Unlike some other collections, TxNonceCollection is logically derived from other entries, so we only need to make sure that its state is consistent with Transaction<T>s in the database. As you have already mentioned, actually checking its consistency against the source BlockChain<T> data is computationally expensive. I'd say just get rid of the sanity check altogether, as the logic itself is invalid[^1]. I'd ask @dahlia for additional comments on this point. 🙂

As for ForBlockIndexes(), it could be personal preference thing, but I would say this is just another point of logical coupling. In my opinion, IStore shouldn't really care about what valid BlockChain<T> entities should look like unless it is necessary. It just so happens the current implementation does not allow handling of empty BlockChain<T>s. That is, I see this as a case of the implementation details of BlockChain<T> leaking into the implementations of IStore. I'd say a user should be able to fork an "empty" chainId if he/she wants to without any adverse effect, even though it would never get used. 😶

[^1]: We can safely do away with sanity checks if we are confident enough that IStore is always consistent, but I don't think its API is completely free of state-consistency-breaking methods. 🙄

tkiapril commented 2 years ago

So would you say that we can get away with removing ChainIdNotFoundException altogether (including in MemoryStore), as TxNonceCollection is a derivation of the BlockChain state, and a nonexistent chain (which might be analogous with a chain without any block) might also be "forked"? (should we even consider a nonexistent chain analogous with an empty chain?)

One logical concern I can think of is that ForkBlockIndexes() asks for a branchpoint, which cannot exist without a block. What should happen in such a case where you fork an empty chain? Would it be to throw an error if sourceChain is empty and branchpoint is not null, and do nothing if branchpoint is null?
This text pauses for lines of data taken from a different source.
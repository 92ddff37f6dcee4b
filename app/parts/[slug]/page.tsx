import Link from "next/link";
import { notFound } from "next/navigation";
import { getPartOrThrow } from "@/db/queries/parts";
import { CorrectPartForm } from "@/components/parts/correct-part-form";
import { OwnButton } from "@/components/parts/own-button";
import { PartProfile } from "@/components/parts/part-profile";
import { getOwnedQuantity } from "@/db/queries/gear";
import { InterfaceChip } from "@/components/parts/interface-chip";
import { SafetyNote } from "@/components/safety-note";
import { PartStockists } from "@/components/shops/part-stockists";
import { ButtonLink } from "@/components/ui/button";
import { allowed, getSessionUser } from "@/lib/auth/session";
import { rowToApiPart } from "@/lib/catalog/part-json";
import { AppError } from "@/lib/errors";
import { KIND_LABELS, formatGrams, formatPrice } from "@/lib/format";
import { formatMm } from "@/lib/units";
import { getInterface } from "@/lib/interfaces";


function planHref(kind: string, slug: string) {
  if (kind === "optics") return `/plan?optics=${slug}`;
  if (kind === "camera") return `/plan?camera=${slug}`;
  if (["filter-wheel", "filter-drawer", "oag", "tilt-plate"].includes(kind)) return `/plan?stations=${slug}`;
  return `/plan`;
}

export async function generateMetadata({ params }: { params: Promise<{ slug: string }> }) {
  const { slug } = await params;
  return { title: slug.replace(/-/g, " ") };
}

export default async function PartPage({ params }: { params: Promise<{ slug: string }> }) {
  const { slug } = await params;
  const user = await getSessionUser();
  let row;
  try {
    row = await getPartOrThrow({ ref: slug, viewer: user ? { id: user.id, moderator: allowed(user, { part: "review" }) } : null });
  } catch (err) {
    if (err instanceof AppError && err.status === 404) notFound();
    throw err;
  }
  const p = rowToApiPart(row);
  const owned = user ? await getOwnedQuantity({ userId: user.id, partId: row.id }) : 0;
  const s = row.specs;
  const numbers: [string, string][] = [
    ["Optical length", `${formatMm(p.lengthMm)}${p.adjustMm ? ` to ${formatMm(p.lengthMm + p.adjustMm)} (adjustable)` : ""}`],
    ...(p.clearApertureMm ? [["Clear aperture", formatMm(p.clearApertureMm)] as [string, string]] : []),
    ...(p.weightG ? [["Weight", formatGrams(p.weightG)] as [string, string]] : []),
    ...(p.reversible ? [["Mounting", "Either way round"] as [string, string]] : []),
    ...(s.focalLengthMm ? [["Focal length", formatMm(s.focalLengthMm, 0)] as [string, string]] : []),
    ...(s.apertureMm ? [["Aperture", formatMm(s.apertureMm, 0)] as [string, string]] : []),
    ...(p.focalRatio ? [["Focal ratio", `f/${p.focalRatio.toFixed(1)}`] as [string, string]] : []),
    ...(s.backFocusMm !== undefined ? [["Back focus", `${formatMm(s.backFocusMm)} ± ${(s.backFocusToleranceMm ?? 0.5).toFixed(1)} mm`] as [string, string]] : []),
    ...(s.reduction ? [["Focal length factor", `×${s.reduction.toFixed(2)}`] as [string, string]] : []),
    ...(s.imageCircleMm ? [["Corrected image circle", formatMm(s.imageCircleMm, 0)] as [string, string]] : []),
    ...(s.maxLoadG ? [["Focuser load limit", formatGrams(s.maxLoadG)] as [string, string]] : []),
    ...(s.sensorWidthMm ? [["Sensor", `${s.sensorWidthMm} × ${s.sensorHeightMm} mm (diagonal ${formatMm(p.sensorDiagonalMm)})`] as [string, string]] : []),
    ...(s.pixelSizeUm ? [["Pixel size", `${s.pixelSizeUm} µm`] as [string, string]] : []),
    ...(s.flangeDepthMm ? [["Flange to sensor", formatMm(s.flangeDepthMm, 2)] as [string, string]] : []),
    ...(s.windowThicknessMm ? [["Sensor window", formatMm(s.windowThicknessMm)] as [string, string]] : []),
    ...(s.filterSize ? [["Filters", `${s.slots ?? 1} × ${s.filterSize}${s.filterThicknessMm ? `, up to ${s.filterThicknessMm} mm thick` : ""}`] as [string, string]] : []),
    ...(p.listPriceCents ? [["List price", formatPrice(p.listPriceCents)] as [string, string]] : []),
  ];
  return (
    <article className="max-w-5xl space-y-6">
      <nav className="text-sm text-muted"><Link href="/parts" className="underline-offset-4 hover:underline">Parts</Link> / {KIND_LABELS[p.kind]}</nav>
      <header className="flex flex-wrap items-end justify-between gap-4">
        <div>
          <p className="text-sm text-muted">{p.maker}</p>
          <h1 className="text-3xl font-semibold tracking-tight text-ink">{p.model}</h1>
          <p className="mt-1 text-muted">{KIND_LABELS[p.kind]}{s.opticsRole ? ` · ${s.opticsRole}` : ""}{row.status !== "approved" ? ` · ${row.status}` : ""}</p>
        </div>
        <div className="flex flex-wrap items-center gap-3">
          {user && row.status === "approved" ? <OwnButton partId={row.id} initialQuantity={owned} /> : null}
          <ButtonLink href={planHref(p.kind, p.slug)}>Plan with this</ButtonLink>
        </div>
      </header>
      {p.description ? <p className="max-w-3xl text-text">{p.description}</p> : null}
      <section aria-label="Faces" className="grid items-center gap-6 rounded-lg border border-line bg-surface p-5 md:grid-cols-[1.4fr_1fr]">
        <PartProfile front={p.front} rear={p.rear} lengthMm={p.lengthMm} name={p.name} />
        <div className="space-y-3 text-sm">
          {(["front", "rear"] as const).map((side) => {
            const port = p[side];
            return (
              <div key={side}>
                <div className="text-xs uppercase tracking-wide text-muted">{side === "front" ? "Sky side (front)" : "Sensor side (rear)"}</div>
                {port ? <InterfaceChip code={port.interface} gender={port.gender} /> : <span className="text-muted">{side === "front" ? "Open to the sky" : "Ends at the sensor"}</span>}
                {port ? <p className="text-xs text-muted">Mates with a {port.gender === "male" ? "female" : "male"} {getInterface(port.interface)?.name ?? port.interface}{getInterface(port.interface)?.note ? `. ${getInterface(port.interface)!.note}` : ""}</p> : null}
              </div>
            );
          })}
        </div>
      </section>
      <section aria-label="Numbers" className="rounded-lg border border-line bg-surface">
        <dl className="grid sm:grid-cols-2">
          {numbers.map(([k, v]) => (
            <div key={k} className="flex justify-between gap-4 border-b border-line/70 px-5 py-2.5 text-sm">
              <dt className="text-muted">{k}</dt><dd className="num text-right text-text">{v}</dd>
            </div>
          ))}
        </dl>
      </section>
      {row.status === "approved" ? <PartStockists partId={row.id} /> : null}
      {allowed(user, { part: "review" }) ? <CorrectPartForm slug={p.slug} initial={{ lengthMm: p.lengthMm, adjustMm: p.adjustMm, clearApertureMm: p.clearApertureMm, weightG: p.weightG, listPriceCents: p.listPriceCents }} /> : null}
      {p.kind === "optics" ? <SafetyNote /> : null}
    </article>
  );
}
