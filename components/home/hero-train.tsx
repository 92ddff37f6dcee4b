/** A small to-scale drawing for the home page: corrector → spacer → wheel → camera, 55 mm. */
export function HeroTrain() {
  const items = [
    { label: "flattener", w: 70, kind: "optic" },
    { label: "spacer 16.5", w: 33, kind: "part" },
    { label: "filter wheel 20", w: 40, kind: "station" },
    { label: "camera 17.5", w: 35, kind: "camera" },
  ];
  let x = 10;
  return (
    <svg viewBox="0 0 300 120" className="h-auto w-full" role="img" aria-label="A corrector, a spacer, a filter wheel and a camera, adding up to 55 millimetres of back focus">
      {items.map((it, i) => {
        const el = (
          <g key={it.label}>
            <rect x={x} y={it.kind === "optic" ? 24 : 36} width={it.w} height={it.kind === "optic" ? 48 : 24} rx={it.kind === "camera" ? 5 : 2}
              fill={it.kind === "optic" ? "color-mix(in srgb, var(--c-glass) 18%, var(--c-surface))" : it.kind === "station" ? "var(--c-station)" : "var(--c-surface)"}
              stroke={it.kind === "optic" ? "var(--c-glass)" : "var(--c-ink)"} strokeWidth="1.2" />
            <text x={x + it.w / 2} y={92} textAnchor="middle" fontSize="7.5" fill="var(--c-muted)">{it.label}</text>
            {i > 0 ? <rect x={x - 2} y={44} width="4" height="8" fill="var(--c-brass)" /> : null}
          </g>
        );
        x += it.w;
        return el;
      })}
      <line x1="80" y1="106" x2="188" y2="106" stroke="var(--c-ink)" strokeWidth="1" />
      <line x1="80" y1="102" x2="80" y2="110" stroke="var(--c-ink)" />
      <line x1="188" y1="100" x2="188" y2="112" stroke="var(--c-ok)" strokeWidth="2" />
      <text x="134" y="118" textAnchor="middle" fontSize="8" fill="var(--c-text)" className="num">55.0 mm to the sensor</text>
    </svg>
  );
}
dahlia commented 2 years ago

If we're willing to treat IStore as a mere low-level primitive IMHO neither ForkBlockIndexes() nor ForkTxNonces() have to check if a source chain exists. Instead, we could add a dedicated method like HasChainId(), and make caller responsible to check its existence before forking a chain.

greymistcube commented 2 years ago

One logical concern I can think of is that ForkBlockIndexes() asks for a branchpoint, which cannot exist without a block. What should happen in such a case where you fork an empty chain?

Well, we can already pass in a BlockHash as branchpoint that is not in the chain, can we not?